What are the benefits of mung bean Congee

Mung bean Congee has the advantages of clearing heat, detoxifying, relieving heat and promoting diuresis, and supplementing nutrition. Mung bean Congee contains protein, dietary fiber, vitamin B, potassium, magnesium and other nutrients, suitable for summer consumption or daily health care.

1. Clearing heat and detoxifying

Green beans have a cool and sweet taste, and traditional Chinese medicine believes that they have the effect of clearing heat and detoxifying. The polyphenolic substances in mung beans can help eliminate free radicals in the body and alleviate inflammatory reactions. It has a certain relieving effect on symptoms such as dry mouth and tongue, and skin prickly heat caused by summer heat. Green beans are commonly used in traditional medicine to assist in the treatment of mild fever. Green beans are rich in potassium, which can promote the excretion of sodium salts in the body and help maintain electrolyte balance. Its characteristic of promoting water infiltration and moisture retention helps alleviate the problem of summer edema. The saponins in mung bean skin during Congee cooking can enhance the diuretic effect, which is suitable for people in hot and humid weather or with slight edema.

3. Supplemental nutrition

Mung bean Congee is rich in plant protein and complex carbohydrates, which can provide lasting energy. Every 100 grams of mung beans contains about 20 grams of protein and 8 essential amino acids for the human body. With rice to cook Congee, it can improve the utilization rate of protein. Vitamin B1, B2, etc. help maintain the health of the nervous system.

4. Regulating the gastrointestinal tract

Dietary fiber in mung beans can promote intestinal peristalsis and prevent constipation. Its starch granules are smaller and easier to digest and absorb after boiling, making it a better staple food choice for those with weaker gastrointestinal function. But people with indigestion should pay attention to controlling their food intake and avoid excessive intake at once, which can cause bloating.

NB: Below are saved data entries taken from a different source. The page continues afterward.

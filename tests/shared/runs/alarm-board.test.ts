import { describe, expect, it } from 'vitest';
import { loadDriftAlarm, signalLostAlarm } from '../../../shared/hold/alarms';
import { reconcileAlarms } from '../../../shared/runs/alarm-board';

const drift = (actual: number) => loadDriftAlarm({ targetKpa: 100, actualKpa: actual });
const lost = (last: number | null, now: number) => signalLostAlarm({ channel: 'g1', lastSampleAtMs: last, nowMs: now });

describe('alarm board', () => {
  it('raises a newly active rule once, keeps its figures fresh, and clears it when the rule goes quiet', () => {
    let { records, changes } = reconcileAlarms({}, [drift(95)], 1000);
    expect(changes.map((c) => `${c.action}:${c.key}`)).toEqual(['raise:load-drift']);
    ({ records, changes } = reconcileAlarms(records, [drift(94)], 2000));
    expect(changes).toEqual([]);
    expect(records['load-drift'].alarm.value).toBeCloseTo(-6, 9);
    ({ records, changes } = reconcileAlarms(records, [drift(99.5)], 3000));
    expect(changes.map((c) => c.action)).toEqual(['clear']);
    expect(records['load-drift'].state).toBe('cleared');
    ({ changes } = reconcileAlarms(records, [drift(90)], 4000));
    expect(changes.map((c) => c.action)).toEqual(['raise']); // a cleared alarm can come back
  });

  it('brings a shelved alarm back when its shelf expires, and clears alarms whose rule disappeared', () => {
    const raised = reconcileAlarms({}, [lost(0, 5000), drift(90)], 5000).records;
    const shelved = { ...raised, 'signal-lost:g1': { ...raised['signal-lost:g1'], state: 'shelved' as const, shelvedUntilMs: 6000 } };
    const { records, changes } = reconcileAlarms(shelved, [lost(0, 7000)], 7000);
    expect(changes.map((c) => `${c.action}:${c.key}`).sort()).toEqual(['clear:load-drift', 'unshelve-expired:signal-lost:g1']);
    expect(records['signal-lost:g1'].state).toBe('unacknowledged');
  });
});
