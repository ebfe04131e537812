import { idParams } from '../../shared/schemas/common';
import { SITE_PLAN_MAX_BYTES, SITE_PLAN_TYPES } from '../../shared/schemas/projects';
import { EDITORS, EVERYONE } from '../auth/permissions';
import { loadLocation } from '../auth/scope';
import { notFound } from '../http/errors';
import { route } from '../http/route';
import { sendStoredFile, singleUpload, storeUpload, uploadDir } from '../http/uploads';
import { audited } from '../services/audit';


/** Site-plan images of test locations, kept in `<dataDir>/uploads/site-plans`. */
export const sitePlanRoutes = (dataDir: string) => {
  const dir = uploadDir(dataDir, 'site-plans');
  return [
    route({
      method: 'post',
      path: '/api/locations/:id/site-plan',
      access: EDITORS,
      summary: 'Upload the site-plan image of a location (PNG or JPEG, ≤ 10 MB)',
      status: 200,
      params: idParams,
      before: [singleUpload('file', SITE_PLAN_MAX_BYTES)],
      handler: async ({ params, user, req }) => {
        const location = await loadLocation(user!, params.id);
        const name = await storeUpload(req.file, dir, SITE_PLAN_TYPES);
        const before = location.get({ plain: true });
        await audited(
          (transaction) => location.update({ sitePlanFile: name }, { transaction }),
          () => ({ userId: user!.id, entity: 'location', entityId: location.id, action: 'site-plan-uploaded', before, after: location.get({ plain: true }) }),
        );
        return location.toDto();
      },
    }),
    route({
      method: 'get',
      path: '/api/locations/:id/site-plan',
      access: EVERYONE,
      summary: 'The site-plan image of a location',
      params: idParams,
      handler: async ({ params, user, res }) => {
        const location = await loadLocation(user!, params.id);
        if (!location.sitePlanFile) throw notFound('Site plan');
        res.setHeader('Cache-Control', 'private, max-age=300');
        const file = location.sitePlanFile;
        await sendStoredFile(res, dir, file);
      },
    }),
  ];
};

5. Auxiliary sugar control

Mung beans have a lower glycemic index, and their resistant starch can delay sugar absorption. Research has shown that alpha amylase inhibitors in mung beans can reduce carbohydrate breakdown, and moderate consumption has little effect on blood sugar fluctuations. Patients with diabetes can take mung bean Congee as one of the alternatives of staple food.

It is recommended to choose fresh mungbean to cook Congee, and it is easier to boil it after soaking 2-3 hours in advance. People with weak and cold constitution should not consume excessively, and women during menstruation and diarrhea should use it with caution. It can be paired with ingredients such as lilies and lotus seeds to enhance its health benefits and avoid affecting its efficacy when consumed with warm tonics. 1-2 small bowls are recommended for daily consumption, and the frequency can be increased appropriately in summer.